Ungarn:Spät, aber nicht zu spät

Endlich leitet die EU ein Vertragsverletzungsverfahren ein.

Von Cathrin Kahlweit

Es ist nicht bekannt, ob sich Viktor Orbán insgeheim ärgert, weil er diesmal die Gegner unterschätzt und den Mund zu voll genommen hat; im Zweifel wird er gegenüber seinen Anhängern daheim das Vertragsverletzungsverfahren, das Brüssel am Mittwoch gegen Ungarn eingeleitet hat, als Sieg des notorischen Ungarn-Hassers George Soros und seines dichten Netzwerks in Europa darstellen. Was in seinen Augen nur ein Beweis dafür sein kann, dass er recht hat.
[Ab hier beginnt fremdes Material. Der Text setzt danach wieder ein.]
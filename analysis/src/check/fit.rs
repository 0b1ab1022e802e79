//! Least-squares fits over a window of readings: a straight line, alone or with a vibrato on top.

use core::f64::consts::TAU;

use super::heard::Point;

/// Rates searched for a vibrato, in Hz, and the step between them: the published 4 to 8 Hz with some room.
const RATES_HZ: (f64, f64) = (3.8, 9.0);
const RATE_STEP_HZ: f64 = 0.2;
/// Periods of a vibrato that a window must hold.
const PERIODS: f64 = 2.0;
/// Share of what the line leaves that a vibrato must explain.
const EXPLAINED: f64 = 0.6;
/// Least extent of a vibrato, in cents, and in its own deviations.
const EXTENT_CENTS: f64 = 2.0;
const EXTENT_SDS: f64 = 4.0;
/// Deviation added to what a reading states, in cents: what is too small to matter must not decide.
const FLOOR_CENTS: f64 = 0.1;
/// A scatter beside which all that readings state is equal, in squared cents.
const EQUAL: f64 = 1e12;
/// Parameters at most: offset, slope, and the two parts of a vibrato.
const MOST: usize = 4;

/// A fit over a window. Times are relative to the window's middle.
#[derive(Debug, Clone, Copy)]
pub(super) struct Fit {
    middle_s: f64,
    offset: f64,
    /// Cents per second.
    pub(super) slope: f64,
    pub(super) vibrato: Option<Wave>,
    /// Weighted mean square of what is left, in squared cents.
    pub(super) left: f64,
    /// Variance of the offset, and of the slope, in squared cents and squared cents per second.
    variances: (f64, f64),
}

/// A vibrato within a window.
#[derive(Debug, Clone, Copy)]
pub(super) struct Wave {
    pub(super) rate_hz: f64,
    cosine: f64,
    sine: f64,
}

impl Wave {
    /// Half of the whole range, in cents.
    pub(super) fn extent(&self) -> f64 {
        self.cosine.hypot(self.sine)
    }

    fn at(&self, time_s: f64) -> f64 {
        let (sin, cos) = (TAU * self.rate_hz * time_s).sin_cos();
        self.cosine * cos + self.sine * sin
    }
}

impl Fit {
    /// A line through a window of readings; `independent` is how many readings in a row say the same thing once, for
    /// their frames overlap.
    pub(super) fn line(window: &[Point], independent: f64) -> Self {
        let middle_s = middle(window);
        let scatter = solve(window, Model { middle_s, rate_hz: None, scatter: EQUAL }).left;
        let Solved { values, left, variances } =
            solve(window, Model { middle_s, rate_hz: None, scatter });
        let scale = spread(window, left, independent);
        Self {
            middle_s,
            offset: values[0],
            slope: values[1],
            vibrato: None,
            left,
            variances: (scale * variances.0, scale * variances.1),
        }
    }

    /// The same with a vibrato, where there is one.
    pub(super) fn with_vibrato(window: &[Point], independent: f64) -> Self {
        let line = Self::line(window, independent);
        let length_s = window.last().map_or(0.0, |p| p.time_s) - window[0].time_s;
        let noise = 2.0 * mean_variance(window);
        // What the readings' own deviations explain needs no vibrato.
        if line.left < noise.max(0.25 * EXTENT_CENTS * EXTENT_CENTS) {
            return line;
        }
        let model = Model { middle_s: line.middle_s, rate_hz: None, scatter: line.left };
        let Some(rate_hz) = best_rate(window, model, length_s) else { return line };
        let Solved { values, left, variances } =
            solve(window, Model { rate_hz: Some(rate_hz), ..model });
        let wave = Wave { rate_hz, cosine: values[2], sine: values[3] };
        let scale = spread(window, left, independent);
        let extent_sd = (2.0 * scale * variances.0).sqrt();
        let there = left < (1.0 - EXPLAINED) * line.left
            && wave.extent() > EXTENT_CENTS.max(EXTENT_SDS * extent_sd);
        if !there {
            return line;
        }
        Self {
            offset: values[0],
            slope: values[1],
            vibrato: Some(wave),
            left,
            variances: (scale * variances.0, scale * variances.1),
            ..line
        }
    }

    /// The trend at a time, in cents.
    pub(super) fn trend(&self, time_s: f64) -> f64 {
        self.offset + self.slope * (time_s - self.middle_s)
    }

    /// Variance of the trend at a time, in squared cents.
    pub(super) fn variance(&self, time_s: f64) -> f64 {
        let from_middle = time_s - self.middle_s;
        self.variances.0 + self.variances.1 * from_middle * from_middle
    }

    /// The vibrato at a time, in cents.
    pub(super) fn vibrato_at(&self, time_s: f64) -> f64 {
        self.vibrato.map_or(0.0, |wave| wave.at(time_s - self.middle_s))
    }
}

/// The rate at which a vibrato leaves least, to a fraction of the step by a parabola.
fn best_rate(window: &[Point], model: Model, length_s: f64) -> Option<f64> {
    let lowest = RATES_HZ.0.max(PERIODS / length_s);
    let left = |rate_hz: f64| solve(window, Model { rate_hz: Some(rate_hz), ..model }).left;
    let mut best: Option<(f64, f64)> = None;
    let mut rate_hz = lowest;
    while rate_hz <= RATES_HZ.1 {
        let here = left(rate_hz);
        if best.is_none_or(|(_, least)| here < least) {
            best = Some((rate_hz, here));
        }
        rate_hz += RATE_STEP_HZ;
    }
    let (rate_hz, least) = best?;
    let (below, above) = (left(rate_hz - RATE_STEP_HZ), left(rate_hz + RATE_STEP_HZ));
    let bend = below - 2.0 * least + above;
    let shift = if bend > 0.0 { (0.5 * (below - above) / bend).clamp(-1.0, 1.0) } else { 0.0 };
    Some(rate_hz + shift * RATE_STEP_HZ)
}

/// What is fitted.
#[derive(Debug, Clone, Copy)]
struct Model {
    middle_s: f64,
    /// Rate of the vibrato, where there is to be one.
    rate_hz: Option<f64>,
    /// Variance of the readings beyond what they state, in squared cents.
    scatter: f64,
}

/// What a fit comes to.
struct Solved {
    values: [f64; MOST],
    /// Weighted mean square of the residuals.
    left: f64,
    /// Variances of offset and slope per unit of reading variance.
    variances: (f64, f64),
}

/// Weighted least squares of 1, t and, at a rate, cos and sin, by normal equations.
fn solve(window: &[Point], model: Model) -> Solved {
    let Model { middle_s, rate_hz, scatter } = model;
    let count = if rate_hz.is_some() { MOST } else { 2 };
    let origin = window[0].cents;
    let turn = TAU * rate_hz.unwrap_or(0.0);
    let (mut normal, mut right, mut square, mut weights) =
        ([[0.0; MOST]; MOST], [0.0; MOST], 0.0, 0.0);
    for point in window {
        let t = point.time_s - middle_s;
        let (sin, cos) = if rate_hz.is_some() { (turn * t).sin_cos() } else { (0.0, 0.0) };
        let row = [1.0, t, cos, sin];
        let weight = 1.0 / (variance(point) + scatter);
        let y = point.cents - origin;
        for i in 0..count {
            for j in 0..=i {
                normal[i][j] += weight * row[i] * row[j];
            }
            right[i] += weight * row[i] * y;
        }
        square += weight * y * y;
        weights += weight;
    }
    let factor = cholesky(normal, count);
    let mut values = substitute(&factor, right, count);
    let explained: f64 = values.iter().zip(&right).map(|(v, r)| v * r).sum();
    let unit = |i: usize| {
        let mut e = [0.0; MOST];
        e[i] = 1.0;
        substitute(&factor, e, count)[i]
    };
    values[0] += origin;
    let mean_weight = weights / window.len() as f64;
    Solved {
        values,
        left: ((square - explained) / weights).max(0.0),
        variances: (mean_weight * unit(0), mean_weight * unit(1)),
    }
}

/// Lower triangle L with L L' = the matrix; a direction that the data do not tell is held at 0.
fn cholesky(mut m: [[f64; MOST]; MOST], count: usize) -> [[f64; MOST]; MOST] {
    for j in 0..count {
        let whole = m[j][j];
        for k in 0..j {
            m[j][j] -= m[j][k] * m[j][k];
        }
        m[j][j] = if m[j][j] > 1e-12 * whole { m[j][j].sqrt() } else { f64::INFINITY };
        for i in j + 1..count {
            for k in 0..j {
                m[i][j] -= m[i][k] * m[j][k];
            }
            m[i][j] /= m[j][j];
        }
    }
    m
}

fn substitute(factor: &[[f64; MOST]; MOST], mut x: [f64; MOST], count: usize) -> [f64; MOST] {
    for i in 0..count {
        for k in 0..i {
            x[i] -= factor[i][k] * x[k];
        }
        x[i] /= factor[i][i];
    }
    for i in (0..count).rev() {
        for k in i + 1..count {
            x[i] -= factor[k][i] * x[k];
        }
        x[i] /= factor[i][i];
    }
    x
}

/// Variance that a reading states, in squared cents.
fn variance(point: &Point) -> f64 {
    point.sd * point.sd + FLOOR_CENTS * FLOOR_CENTS
}

/// Variance of one independent observation: what is left over, or what the readings state where that is more.
fn spread(window: &[Point], left: f64, independent: f64) -> f64 {
    independent * left.max(mean_variance(window))
}

/// Harmonic mean of the variances that the readings state: a few bad ones do not raise it.
pub(super) fn mean_variance(window: &[Point]) -> f64 {
    window.len() as f64 / window.iter().map(|point| 1.0 / variance(point)).sum::<f64>()
}

fn middle(window: &[Point]) -> f64 {
    window.last().map_or(0.0, |last| 0.5 * (window[0].time_s + last.time_s))
}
Tatsächlich aber zeigt das Vorgehen der EU-Kommission, die Hochschulgesetz, nationale Konsultationen und NGO-Gesetz infrage stellt, dass Orbán jeglichen Realitätssinn verloren hat. Die manipulativen Botschaften, mit denen gerade die ungarischen Bürger gegen die EU eingenommen werden sollen, sind zu krude, seine Verschwörungstheorien lächerlich.

Brüssel hat sehr spät reagiert, aber nicht zu spät. Einige ungarische Abgeordnete sind offenbar bereits mit einem Brief an ihre EVP-Fraktion zu Kreuze gekrochen; sie wollen einem Ausschluss zuvorkommen. Und auch in Ungarn mehren sich die Stimmen selbst von Orbán-Fans, dass der Premier diesmal zu weit gegangen sei. Die gute Nachricht ist: Neben den Protesten gegen die jüngsten Gesetze wächst in Ungarn auch die Wut über das ungerechte, Fidesz-freundliche Wahlgesetz; derzeit entsteht eine Bewegung, die das ändern will. Gut so, denn im kommenden Jahr sind in Ungarn Wahlen.